§ Exercise details: Within the records below, reproduce without change the lines from the line that has "const idleKb = procKb(app.pid, 'VmRSS')" through the line that has "for (const r", and only those.

[Data extract Boundary: Start]

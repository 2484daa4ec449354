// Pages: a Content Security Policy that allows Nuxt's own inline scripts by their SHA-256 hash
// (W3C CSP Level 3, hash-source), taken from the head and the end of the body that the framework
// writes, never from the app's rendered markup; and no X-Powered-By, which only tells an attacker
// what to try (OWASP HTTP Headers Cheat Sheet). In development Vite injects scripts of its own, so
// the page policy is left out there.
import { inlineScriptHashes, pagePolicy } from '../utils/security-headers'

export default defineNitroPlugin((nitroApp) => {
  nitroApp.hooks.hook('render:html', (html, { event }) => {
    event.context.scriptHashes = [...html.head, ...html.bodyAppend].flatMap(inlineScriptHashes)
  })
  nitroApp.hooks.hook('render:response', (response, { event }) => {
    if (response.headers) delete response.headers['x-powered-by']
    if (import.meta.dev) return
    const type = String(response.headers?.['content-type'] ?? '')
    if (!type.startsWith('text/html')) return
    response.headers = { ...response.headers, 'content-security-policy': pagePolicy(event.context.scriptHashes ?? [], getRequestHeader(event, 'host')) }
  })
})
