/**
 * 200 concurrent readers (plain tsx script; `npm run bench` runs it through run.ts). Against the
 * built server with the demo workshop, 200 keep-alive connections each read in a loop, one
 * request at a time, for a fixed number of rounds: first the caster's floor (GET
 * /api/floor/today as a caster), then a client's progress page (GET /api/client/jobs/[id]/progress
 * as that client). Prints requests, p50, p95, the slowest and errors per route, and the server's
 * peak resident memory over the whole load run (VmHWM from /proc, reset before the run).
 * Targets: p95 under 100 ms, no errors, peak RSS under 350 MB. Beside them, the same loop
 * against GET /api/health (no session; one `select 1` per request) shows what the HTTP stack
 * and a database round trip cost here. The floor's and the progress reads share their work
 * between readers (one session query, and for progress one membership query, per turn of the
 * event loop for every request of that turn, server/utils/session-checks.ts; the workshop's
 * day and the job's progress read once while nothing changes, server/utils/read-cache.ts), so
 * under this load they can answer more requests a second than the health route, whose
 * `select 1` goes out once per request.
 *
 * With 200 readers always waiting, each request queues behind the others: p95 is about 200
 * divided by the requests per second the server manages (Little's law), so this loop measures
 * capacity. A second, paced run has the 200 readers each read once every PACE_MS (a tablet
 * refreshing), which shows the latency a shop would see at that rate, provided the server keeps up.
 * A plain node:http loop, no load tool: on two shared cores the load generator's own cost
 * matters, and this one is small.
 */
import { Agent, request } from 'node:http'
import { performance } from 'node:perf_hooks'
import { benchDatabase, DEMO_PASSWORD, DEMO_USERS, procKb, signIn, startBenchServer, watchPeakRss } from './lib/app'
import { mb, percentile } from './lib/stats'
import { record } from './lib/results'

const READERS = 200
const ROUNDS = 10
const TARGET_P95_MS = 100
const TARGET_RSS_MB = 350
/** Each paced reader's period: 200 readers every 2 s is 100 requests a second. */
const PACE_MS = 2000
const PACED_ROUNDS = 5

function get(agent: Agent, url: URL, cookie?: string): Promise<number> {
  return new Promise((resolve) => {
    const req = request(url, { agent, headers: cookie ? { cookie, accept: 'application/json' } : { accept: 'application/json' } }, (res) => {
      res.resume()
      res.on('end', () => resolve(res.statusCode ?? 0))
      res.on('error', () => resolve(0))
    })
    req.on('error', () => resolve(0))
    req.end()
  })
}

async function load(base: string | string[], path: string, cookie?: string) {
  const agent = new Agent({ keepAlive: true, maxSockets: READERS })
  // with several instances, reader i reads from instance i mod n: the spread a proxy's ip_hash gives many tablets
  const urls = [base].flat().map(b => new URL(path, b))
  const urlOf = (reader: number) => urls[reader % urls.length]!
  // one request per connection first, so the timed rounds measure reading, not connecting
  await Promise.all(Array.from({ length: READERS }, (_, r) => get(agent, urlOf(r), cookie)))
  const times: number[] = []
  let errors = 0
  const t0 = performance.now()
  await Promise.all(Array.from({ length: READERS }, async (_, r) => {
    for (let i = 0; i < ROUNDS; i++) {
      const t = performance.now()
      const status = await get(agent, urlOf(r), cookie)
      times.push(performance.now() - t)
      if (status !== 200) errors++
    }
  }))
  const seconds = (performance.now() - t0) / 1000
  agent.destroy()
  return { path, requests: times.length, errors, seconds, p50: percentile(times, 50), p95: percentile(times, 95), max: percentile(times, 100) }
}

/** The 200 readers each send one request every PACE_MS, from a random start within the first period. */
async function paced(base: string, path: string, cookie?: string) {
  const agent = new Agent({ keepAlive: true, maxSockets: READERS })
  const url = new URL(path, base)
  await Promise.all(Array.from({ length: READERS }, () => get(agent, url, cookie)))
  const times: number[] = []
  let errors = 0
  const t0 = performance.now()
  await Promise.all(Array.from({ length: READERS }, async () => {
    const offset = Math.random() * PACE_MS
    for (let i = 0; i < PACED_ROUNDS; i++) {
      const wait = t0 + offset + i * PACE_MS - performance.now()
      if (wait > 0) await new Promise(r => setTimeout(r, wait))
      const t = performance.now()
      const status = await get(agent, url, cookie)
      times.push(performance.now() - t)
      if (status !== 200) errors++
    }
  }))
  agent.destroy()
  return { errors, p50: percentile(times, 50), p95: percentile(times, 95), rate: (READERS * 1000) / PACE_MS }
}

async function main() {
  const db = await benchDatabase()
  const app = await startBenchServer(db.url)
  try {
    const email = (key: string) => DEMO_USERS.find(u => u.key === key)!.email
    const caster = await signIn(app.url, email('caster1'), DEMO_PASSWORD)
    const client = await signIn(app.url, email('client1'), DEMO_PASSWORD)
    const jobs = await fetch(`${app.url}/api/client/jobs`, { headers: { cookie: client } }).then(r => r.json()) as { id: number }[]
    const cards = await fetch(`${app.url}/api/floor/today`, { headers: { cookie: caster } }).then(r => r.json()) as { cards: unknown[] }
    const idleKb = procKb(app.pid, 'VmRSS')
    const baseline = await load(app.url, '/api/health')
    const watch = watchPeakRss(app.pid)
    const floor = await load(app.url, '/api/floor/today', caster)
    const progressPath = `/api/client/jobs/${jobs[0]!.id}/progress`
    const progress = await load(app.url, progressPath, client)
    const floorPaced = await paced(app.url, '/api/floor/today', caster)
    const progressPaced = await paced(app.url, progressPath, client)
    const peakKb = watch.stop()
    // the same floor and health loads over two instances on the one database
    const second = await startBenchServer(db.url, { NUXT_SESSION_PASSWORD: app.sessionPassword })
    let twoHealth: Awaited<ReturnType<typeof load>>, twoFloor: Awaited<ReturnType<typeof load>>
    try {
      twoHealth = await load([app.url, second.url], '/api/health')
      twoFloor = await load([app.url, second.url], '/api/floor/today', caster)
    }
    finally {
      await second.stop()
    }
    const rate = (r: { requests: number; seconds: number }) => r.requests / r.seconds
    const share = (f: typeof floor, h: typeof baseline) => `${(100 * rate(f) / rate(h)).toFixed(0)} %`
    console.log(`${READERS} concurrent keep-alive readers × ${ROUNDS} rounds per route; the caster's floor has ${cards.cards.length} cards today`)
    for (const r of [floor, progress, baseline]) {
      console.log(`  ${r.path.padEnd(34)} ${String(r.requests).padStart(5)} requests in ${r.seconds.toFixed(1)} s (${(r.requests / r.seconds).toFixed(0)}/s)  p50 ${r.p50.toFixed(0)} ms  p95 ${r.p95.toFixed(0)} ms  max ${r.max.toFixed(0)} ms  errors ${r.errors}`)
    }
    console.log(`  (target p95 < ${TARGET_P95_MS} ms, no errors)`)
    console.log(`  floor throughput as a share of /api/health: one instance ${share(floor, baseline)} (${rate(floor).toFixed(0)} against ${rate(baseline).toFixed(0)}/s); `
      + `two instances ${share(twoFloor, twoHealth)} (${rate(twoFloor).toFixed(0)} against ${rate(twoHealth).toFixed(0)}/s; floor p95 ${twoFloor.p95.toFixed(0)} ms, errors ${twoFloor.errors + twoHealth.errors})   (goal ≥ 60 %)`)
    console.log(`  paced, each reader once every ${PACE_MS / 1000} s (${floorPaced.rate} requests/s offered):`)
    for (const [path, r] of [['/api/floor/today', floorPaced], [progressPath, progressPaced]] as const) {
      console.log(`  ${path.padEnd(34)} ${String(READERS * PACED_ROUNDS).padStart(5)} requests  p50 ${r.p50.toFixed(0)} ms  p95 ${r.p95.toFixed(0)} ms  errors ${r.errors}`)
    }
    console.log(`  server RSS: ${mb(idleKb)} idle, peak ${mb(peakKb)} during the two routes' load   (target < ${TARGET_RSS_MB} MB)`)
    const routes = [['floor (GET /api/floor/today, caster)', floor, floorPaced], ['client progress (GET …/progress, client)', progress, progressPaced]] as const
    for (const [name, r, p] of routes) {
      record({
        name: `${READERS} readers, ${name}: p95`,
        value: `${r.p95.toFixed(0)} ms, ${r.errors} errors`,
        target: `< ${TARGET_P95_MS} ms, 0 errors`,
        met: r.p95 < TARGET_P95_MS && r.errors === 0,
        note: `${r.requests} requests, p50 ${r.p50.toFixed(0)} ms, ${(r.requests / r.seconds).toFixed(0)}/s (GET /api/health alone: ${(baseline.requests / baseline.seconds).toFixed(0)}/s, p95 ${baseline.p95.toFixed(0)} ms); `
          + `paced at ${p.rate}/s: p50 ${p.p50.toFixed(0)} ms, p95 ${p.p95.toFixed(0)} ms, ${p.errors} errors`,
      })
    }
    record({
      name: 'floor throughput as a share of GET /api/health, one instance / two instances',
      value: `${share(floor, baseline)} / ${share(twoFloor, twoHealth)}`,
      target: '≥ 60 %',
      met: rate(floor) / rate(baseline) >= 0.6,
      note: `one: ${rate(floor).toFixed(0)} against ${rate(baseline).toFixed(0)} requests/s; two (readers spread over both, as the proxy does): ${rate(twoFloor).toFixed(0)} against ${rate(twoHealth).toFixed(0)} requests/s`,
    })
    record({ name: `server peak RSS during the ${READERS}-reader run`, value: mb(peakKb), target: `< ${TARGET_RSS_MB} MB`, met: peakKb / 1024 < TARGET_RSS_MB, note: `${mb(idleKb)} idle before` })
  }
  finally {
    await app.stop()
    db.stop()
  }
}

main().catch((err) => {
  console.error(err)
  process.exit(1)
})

[Data extract Boundary: End]

§ Result:
    const idleKb = procKb(app.pid, 'VmRSS')
    const baseline = await load(app.url, '/api/health')
    const watch = watchPeakRss(app.pid)
    const floor = await load(app.url, '/api/floor/today', caster)
    const progressPath = `/api/client/jobs/${jobs[0]!.id}/progress`
    const progress = await load(app.url, progressPath, client)
    const floorPaced = await paced(app.url, '/api/floor/today', caster)
    const progressPaced = await paced(app.url, progressPath, client)
    const peakKb = watch.stop()
    // the same floor and health loads over two instances on the one database
    const second = await startBenchServer(db.url, { NUXT_SESSION_PASSWORD: app.sessionPassword })
    let twoHealth: Awaited<ReturnType<typeof load>>, twoFloor: Awaited<ReturnType<typeof load>>
    try {
      twoHealth = await load([app.url, second.url], '/api/health')
      twoFloor = await load([app.url, second.url], '/api/floor/today', caster)
    }
    finally {
      await second.stop()
    }
    const rate = (r: { requests: number; seconds: number }) => r.requests / r.seconds
    const share = (f: typeof floor, h: typeof baseline) => `${(100 * rate(f) / rate(h)).toFixed(0)} %`
    console.log(`${READERS} concurrent keep-alive readers × ${ROUNDS} rounds per route; the caster's floor has ${cards.cards.length} cards today`)
    for (const r of [floor, progress, baseline]) {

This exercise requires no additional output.